Key responsibilities/activities of the position


  • The QP is required to ensure that they are aware of, and that they comply with the specific responsibilities of the QP as stated in the following documents (at a minimum):
    • Directive 2001/83/EC relating to medicinal products for human use.
    • Directive 2001/20/EC on the approximation of the laws, regulations and administrative provisions of the Member States relating to the implementation of good clinical practice in the conduct of clinical trials on medicinal products for human use
    • Eudralex Volume 4 Annex 16: Certification by a qualified person & batch release
    • Eudralex Volume 4 Annex 13: Manufacture of investigational medicinal products
  • Certifies batches for sale or supply (in compliance with the above regulations). Note: The Q.P. who certifies a finished product batch before release may do so based on their personal knowledge of all the facilities and procedures employed, the expertise of the persons concerned and of the quality system within which they operate.
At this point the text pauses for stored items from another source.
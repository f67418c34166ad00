/** The alarm channels live in `shared/` because the web app labels alarm values with them too. */
export * from '../../shared/alarms/channels.js';
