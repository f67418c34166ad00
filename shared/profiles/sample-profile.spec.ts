import { describe, expect, it } from 'vitest';
import { DEMO_PROFILE } from './demo-profile.js';
import { parseSampleProfile, SampleProfile, SampleProfileError } from './sample-profile.js';

const problem = (value: unknown) => {
  try {
    parseSampleProfile(value);
  } catch (err) {
    expect(err).toBeInstanceOf(SampleProfileError);
    return (err as Error).message;
  }
  throw new Error('the profile was accepted');
};

describe('SampleProfile', () => {
  it('accepts the demo profile, custom species and vector imaging', () => {
    expect(parseSampleProfile(DEMO_PROFILE)).toEqual(DEMO_PROFILE);
    const custom = {
      name: '  Dy test  ',
      species: { massU: 160.93, magneticMomentMuB: 9.93, name: 'Dy' },
      atomNumber: 1e4,
      trapHz: [100, 100, 300],
      tofMs: [0, 5, 10, 15],
      imaging: { u: [1, 0, 0], v: [0, 1, 1] },
    };
    expect(parseSampleProfile(custom).name).toBe('Dy test');
    const molecule = { ...DEMO_PROFILE, species: { massU: 63, dipoleDebye: 2.7 }, polarization: 0.4 };
    expect(SampleProfile.safeParse(molecule).success).toBe(true);
    expect(SampleProfile.safeParse({ ...DEMO_PROFILE, species: '40K87Rb', polarization: 0.5 }).success).toBe(true);
  });

  it('names the key to fix for each bad shape', () => {
    expect(problem({ ...DEMO_PROFILE, name: ' ' })).toMatch(/name: name must not be empty/);
    expect(problem({ ...DEMO_PROFILE, trapHz: [350, 80] })).toMatch(/trapHz: .*three finite numbers/);
    expect(problem({ ...DEMO_PROFILE, tofMs: [] })).toMatch(/tofMs: tofMs must list at least one time/);
    expect(problem({ ...DEMO_PROFILE, tofMs: [1, 2, 3, 4, 5] })).toMatch(/at most 4 times/);
    expect(problem({ ...DEMO_PROFILE, tofMs: [20, -1] })).toMatch(/tofMs\.1: each tofMs entry must be a time ≥ 0/);
    expect(problem({ ...DEMO_PROFILE, imaging: 'w' })).toMatch(/imaging: imaging must be "x", "y", "z" or/);
    expect(problem({ ...DEMO_PROFILE, species: { massU: 167 } })).toMatch(/species: species must be one of 167Er/);
    expect(problem({ ...DEMO_PROFILE, colour: 'red' })).toMatch(/unknown key\(s\) colour/);
    expect(problem({ ...DEMO_PROFILE, trapToCoilEulerDeg: [0, Number.NaN, 0] })).toMatch(/trapToCoilEulerDeg\.1: .*three finite numbers/);
    expect(problem('167Er')).toMatch(/must be an object with name, species/);
  });

  it('passes on the model’s message for non-physical values', () => {
    expect(problem({ ...DEMO_PROFILE, atomNumber: 0 })).toMatch(/atomNumber must be a positive finite number/);
    expect(problem({ ...DEMO_PROFILE, trapHz: [350, 0, 400] })).toMatch(/trapHz\[1\] \(trap frequency along y\) must be a positive/);
    expect(problem({ ...DEMO_PROFILE, species: 'Er168' })).toMatch(/unknown species "Er168"/);
    expect(problem({ ...DEMO_PROFILE, species: { massU: -3, dipoleDebye: 1 } })).toMatch(/species\.massU must be a positive/);
    expect(problem({ ...DEMO_PROFILE, polarization: 0.5 })).toMatch(/polarization applies only to electric-dipole species/);
    expect(problem({ ...DEMO_PROFILE, species: '23Na40K', polarization: 1.2 })).toMatch(/polarization must lie between 0 and 1/);
    expect(problem({ ...DEMO_PROFILE, imaging: { u: [1, 0, 0], v: [1, 1, 0] } })).toMatch(/imaging\.u and imaging\.v must be perpendicular/);
  });
});
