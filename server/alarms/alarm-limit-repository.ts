/**
 * Storage of the alarm limits in force (`alarm_limits`). The demo set seeds every id the
 * table does not have yet, so a lead's edits survive restarts and new demo limits still
 * appear; every edit is written with its audit entry in one transaction.
 */
import { and, asc, desc, eq, gte, lt } from 'drizzle-orm';
import type { HistoryAlarmLimits } from '../../shared/history/history-api.js';
import { appendAudit } from '../audit/audit-log.js';
import type { Db } from '../db/database.js';
import { alarmLimits, auditLog } from '../db/schema.js';
import { parseAlarmLimits, type AlarmLimit } from './alarm-limit.js';
import { DEMO_ALARM_LIMITS } from './demo-alarm-limits.js';

/** Actor of rows the server writes itself (the seed). */
const SYSTEM = 'system';

/**
 * Seeds the demo limits missing from the table and returns the whole stored set, validated.
 * Throws an Error naming the bad limit when a stored set no longer validates.
 */
export async function loadAlarmLimits(db: Db): Promise<AlarmLimit[]> {
  await db
    .insert(alarmLimits)
    .values(DEMO_ALARM_LIMITS.map((limit) => ({ id: limit.id, definition: limit, updatedBy: SYSTEM })))
    .onConflictDoNothing({ target: alarmLimits.id });
  const rows = await db.select().from(alarmLimits).orderBy(asc(alarmLimits.id));
  const byId = new Map(rows.map((r) => [r.id, r.definition]));
  // Demo order first (channel by channel, as the lead reads them), then any others.
  const ordered = [...DEMO_ALARM_LIMITS.map((l) => byId.get(l.id)), ...rows.filter((r) => !DEMO_ALARM_LIMITS.some((l) => l.id === r.id)).map((r) => r.definition)];
  try {
    return parseAlarmLimits(ordered.filter((l) => l !== undefined));
  } catch (error) {
    throw new Error(`The stored alarm limits (table alarm_limits) are not valid: ${(error as Error).message}`);
  }
}

const UPDATE = 'alarm-limit.update';
const SUBJECT = 'alarm-limit:';

/**
 * The alarm limits in force over `[fromMs, toMs)`: the set in force at its start, then the set
 * after each edit inside it. Limits are not versioned, so this walks back from today's limits
 * through the audited edits since `fromMs`: a limit's value at a moment is the value before the
 * first edit after it, else today's.
 */
export async function alarmLimitsOver(db: Db, fromMs: number, toMs: number): Promise<HistoryAlarmLimits[]> {
  const edit = { at: auditLog.at, subject: auditLog.subject, oldValue: auditLog.oldValue, actor: auditLog.actor, reason: auditLog.reason };
  const newestFirst = [desc(auditLog.at), desc(auditLog.id)];
  const [rows, [before], since] = await Promise.all([
    db.select({ definition: alarmLimits.definition }).from(alarmLimits).orderBy(asc(alarmLimits.id)),
    db.select(edit).from(auditLog).where(and(eq(auditLog.action, UPDATE), lt(auditLog.at, new Date(fromMs)))).orderBy(...newestFirst).limit(1),
    db.select(edit).from(auditLog).where(and(eq(auditLog.action, UPDATE), gte(auditLog.at, new Date(fromMs)))).orderBy(...newestFirst),
  ]);
  const inForce = new Map(rows.map(({ definition }) => [definition.id, levelsOf(definition)]));
  const inForceAfter = (change: AuditedEdit | null, t: number): HistoryAlarmLimits => ({
    t,
    changedId: change ? limitIdOf(change) : null,
    changedBy: change?.actor ?? null,
    reason: change?.reason ?? null,
    limits: [...inForce.values()],
  });
  const changes: HistoryAlarmLimits[] = [];
  for (const change of since) {
    if (change.at.getTime() < toMs) changes.unshift(inForceAfter(change, change.at.getTime()));
    inForce.set(limitIdOf(change), levelsOf(change.oldValue as AlarmLimit));
  }
  return [inForceAfter(before ?? null, before?.at.getTime() ?? fromMs), ...changes];
}

interface AuditedEdit {
  at: Date;
  subject: string;
  actor: string;
  reason: string | null;
}

function limitIdOf(change: AuditedEdit): string {
  return change.subject.slice(SUBJECT.length);
}

/** What the gauges mark of a limit. */
function levelsOf({ id, channel, level, limit }: AlarmLimit): HistoryAlarmLimits['limits'][number] {
  return { id, channel, level, limit };
}

/** Stores a lead's edit of one limit and its audit entry (old value, new value, reason) together. */
export async function saveAlarmLimit(db: Db, next: AlarmLimit, previous: AlarmLimit, actor: string, reason: string): Promise<void> {
  await db.transaction(async (tx) => {
    await tx.update(alarmLimits).set({ definition: next, updatedBy: actor, updatedAt: new Date() }).where(eq(alarmLimits.id, next.id));
    await appendAudit(tx, { actor, action: UPDATE, subject: `${SUBJECT}${next.id}`, oldValue: previous, newValue: next, reason });
  });
}
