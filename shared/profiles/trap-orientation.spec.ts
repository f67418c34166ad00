import { describe, expect, it } from 'vitest';
import { DEMO_CALIBRATION } from '../field/demo-calibration.js';
import { fieldFromCurrents } from '../field/field-vector.js';
import { assertRotation } from '../field/calibration.js';
import { DEMO_PROFILE } from './demo-profile.js';
import { profileCoilToTrap, profileTrapField, trapToCoilMatrix } from './trap-orientation.js';

const close = (a: number[][], b: number[][]) => a.forEach((row, i) => row.forEach((v, j) => expect(v).toBeCloseTo(b[i][j], 12)));

describe('trap orientation', () => {
  it('builds proper rotations from z-y-z Euler angles whose columns are the trap axes in the coil frame', () => {
    const m = trapToCoilMatrix([30, 50, -70]);
    expect(() => assertRotation(m)).not.toThrow();
    // α = β = 90°: the trap z axis (third column) points along coil y, the trap x axis along coil −z.
    close(trapToCoilMatrix([90, 90, 0]), [[0, -1, 0], [0, 0, 1], [-1, 0, 0]]);
    close(trapToCoilMatrix([0, 0, 0]), [[1, 0, 0], [0, 1, 0], [0, 0, 1]]);
  });

  it('gives the demo profile the demo calibration’s coil-to-trap rotation', () => {
    close(profileCoilToTrap(DEMO_PROFILE), DEMO_CALIBRATION.coilToTrap);
    close(profileCoilToTrap({}), [[1, 0, 0], [0, 1, 0], [0, 0, 1]]);
  });

  it('rotates the calibrated coil field with the profile’s orientation', () => {
    const currents = { x: 0.3, y: -1.2, z: 4 };
    const viaCalibration = fieldFromCurrents(DEMO_CALIBRATION, currents);
    const viaProfile = profileTrapField(DEMO_CALIBRATION, DEMO_PROFILE, currents);
    expect(viaProfile.thetaDeg).toBeCloseTo(viaCalibration.thetaDeg as number, 10);
    expect(viaProfile.phiDeg).toBeCloseTo(viaCalibration.phiDeg as number, 10);
    // Trap tilted by 90° about the coil y axis: the coil-z field lies along the trap's −x axis.
    const tilted = profileTrapField({ gaussPerAmp: [[1, 0, 0], [0, 1, 0], [0, 0, 1]], offsetGauss: [0, 0, 0] }, { trapToCoilEulerDeg: [0, 90, 0] }, { x: 0, y: 0, z: 2 });
    expect(tilted.vector.x).toBeCloseTo(-2, 12);
    expect(tilted.thetaDeg).toBeCloseTo(90, 10);
    expect(tilted.phiDeg).toBeCloseTo(180, 10);
  });
});
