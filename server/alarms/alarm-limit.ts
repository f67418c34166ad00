/**
 * One alarm limit: a level on a channel with its deadband, delays, priority and the rationale
 * a lead writes for the operator (cause, consequence of doing nothing, action, time to
 * respond), following the alarm-rationalization step of ISA-18.2 / IEC 62682.
 */
import { z } from 'zod';
import { CHANNEL_IDS, isChannelId, type ChannelId } from './channels.js';

/** HH and H raise above the limit, L and LL below it. */
export const ALARM_LEVELS = ['HH', 'H', 'L', 'LL'] as const;
export type AlarmLevel = (typeof ALARM_LEVELS)[number];

export const ALARM_PRIORITIES = ['high', 'medium', 'low'] as const;
export type AlarmPriority = (typeof ALARM_PRIORITIES)[number];

/** Longest accepted on- or off-delay, ms; longer delays hide real faults. */
export const MAX_ALARM_DELAY_MS = 60_000;

const text = (field: string, max: number) =>
  z
    .string({ error: `${field} must be text` })
    .trim()
    .min(1, { error: `${field} must not be empty: write it for the operator on shift` })
    .max(max, { error: `${field} must be at most ${max} characters` });

const delay = (field: string) =>
  z
    .number({ error: `${field} must be a number of milliseconds` })
    .int({ error: `${field} must be a whole number of milliseconds` })
    .min(0, { error: `${field} must be 0 ms or more` })
    .max(MAX_ALARM_DELAY_MS, { error: `${field} must be at most ${MAX_ALARM_DELAY_MS} ms` });

export const AlarmRationaleSchema = z.strictObject({
  cause: text('rationale.cause', 1000),
  consequence: text('rationale.consequence', 1000),
  action: text('rationale.action', 1000),
  respondWithinMin: z
    .number({ error: 'rationale.respondWithinMin must be a number of minutes' })
    .positive({ error: 'rationale.respondWithinMin must be more than 0 minutes' })
    .max(24 * 60, { error: 'rationale.respondWithinMin must be at most 1440 minutes (one day)' }),
});
export type AlarmRationale = z.infer<typeof AlarmRationaleSchema>;

export const AlarmLimitSchema = z.strictObject({
  id: z
    .string({ error: 'id must be text' })
    .regex(/^[a-z][A-Za-z0-9.-]{0,79}$/, {
      error: 'id must start with a lower-case letter and use only letters, digits, "." and "-" (at most 80 characters)',
    }),
  channel: z.string({ error: 'channel must be text' }).refine(isChannelId, {
    error: `channel must be one of: ${CHANNEL_IDS.join(', ')}`,
  }),
  level: z.enum(ALARM_LEVELS, { error: `level must be one of ${ALARM_LEVELS.join(', ')}` }),
  limit: z.number({ error: 'limit must be a finite number in the channel unit' }),
  deadband: z
    .number({ error: 'deadband must be a number in the channel unit' })
    .min(0, { error: 'deadband must be 0 or more (in the channel unit)' }),
  onDelayMs: delay('onDelayMs'),
  offDelayMs: delay('offDelayMs'),
  priority: z.enum(ALARM_PRIORITIES, { error: `priority must be one of ${ALARM_PRIORITIES.join(', ')}` }),
  latching: z.boolean({ error: 'latching must be true or false' }),
  /** Suppressed by design while a ramp is programmed (e.g. current deviation during ramps). */
  suppressDuringRamp: z.boolean({ error: 'suppressDuringRamp must be true or false' }).default(false),
  rationale: AlarmRationaleSchema,
});

/** A validated limit; `channel` is narrowed to a known channel id. */
export type AlarmLimit = Omit<z.infer<typeof AlarmLimitSchema>, 'channel'> & { channel: ChannelId };

/** True for levels that raise above the limit. */
export function isHighLevel(level: AlarmLevel): boolean {
  return level === 'H' || level === 'HH';
}

/**
 * Validates one limit (e.g. a lead's edit). Throws an Error whose message lists every problem
 * with its field path, so the editor can say what to fix.
 */
export function parseAlarmLimit(input: unknown): AlarmLimit {
  const parsed = AlarmLimitSchema.safeParse(input);
  if (!parsed.success) throw new Error(`invalid alarm limit: ${describeIssues(parsed.error)}`);
  return parsed.data as AlarmLimit;
}

/**
 * Validates a whole set: each limit, unique ids, and the order of levels on one channel
 * (HH above H, LL below L, every high level above every low level), since an inverted pair
 * would raise the more severe alarm first.
 */
export function parseAlarmLimits(input: unknown): AlarmLimit[] {
  if (!Array.isArray(input)) throw new Error('invalid alarm limits: expected a list of limits');
  const limits = input.map((item, i) => {
    try {
      return parseAlarmLimit(item);
    } catch (err) {
      throw new Error(`limit #${i + 1}: ${(err as Error).message}`);
    }
  });
  const seen = new Set<string>();
  for (const l of limits) {
    if (seen.has(l.id)) throw new Error(`invalid alarm limits: id "${l.id}" appears twice; ids must be unique`);
    seen.add(l.id);
  }
  for (const a of limits) {
    for (const b of limits) {
      if (a.channel === b.channel && outOfOrder(a, b)) {
        throw new Error(
          `invalid alarm limits: on ${a.channel}, ${a.level} (${a.id}, ${a.limit}) must lie ${isHighLevel(a.level) ? 'above' : 'below'} ${b.level} (${b.id}, ${b.limit})`,
        );
      }
    }
  }
  return limits;
}

/** True when `a` should be more extreme than `b` on the same channel but is not. */
function outOfOrder(a: AlarmLimit, b: AlarmLimit): boolean {
  if (a.level === 'HH' && b.level === 'H') return a.limit <= b.limit;
  if (a.level === 'LL' && b.level === 'L') return a.limit >= b.limit;
  if (isHighLevel(a.level) && !isHighLevel(b.level)) return a.limit <= b.limit;
  return false;
}

function describeIssues(error: z.ZodError): string {
  return error.issues.map((i) => (i.path.length ? `${i.path.join('.')}: ${i.message}` : i.message)).join('; ');
}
Alternatively they may rely on the confirmation (by one or more other Q.P.s) of the compliance of intermediate stages of manufacture within a quality system which he/she has accepted.
  • Approves the following:
    • Annual Product Quality Review
    • Relevant Standard Operating Procedures
    • Complaint Investigations
    • Deviations (EQMS product and process events)
    • Supplier Investigations (EQMS general investigations)
    • Quality Agreements
  • Attends and participates in the following meetings (at a minimum):
    • Event Review
    • Quality Systems Review
    • Site QP meetings
  • Maintains their knowledge and experience keeps same up to date in the light of technical and scientific progress and changes in quality management relevant to the products which he/she is required to certify.
  • Attends the following, where possible:
    • Irish Medicines Board GMP & Market Compliance Information Days
    • QP Forums
  • Knowledge

    · Must have a complete understanding and application of QA principles, concepts, industry practices, and standards. .
    · Must be able to provide solutions to moderately complex to semi-routine problems.
    · Must have the ability to recognise deviation from accepted practice is required.
    · Must be able to apply knowledge of current Good Manufacturing Practices (cGMPs) and/or Good Laboratory Practices (GLPs) on a daily basis.
    · Must be able to exercise judgment within generally well-defined procedures and practices to determine appropriate action.
    · Normally receives no instruction on routine work, general instructions on new assignments.
    · Strong verbal, technical writing and interpersonal skills are required.

    Education & Experience

    Typically requires a BA or BSc degree and minimum 7 years of relevant experience in related field or a MA or MBA degree and minimum 5 years of relevant experience.
  • The QP must meet the minimum requirements for education and experience as outlined in Directive 2001/83/EC relating to medicinal products for human use.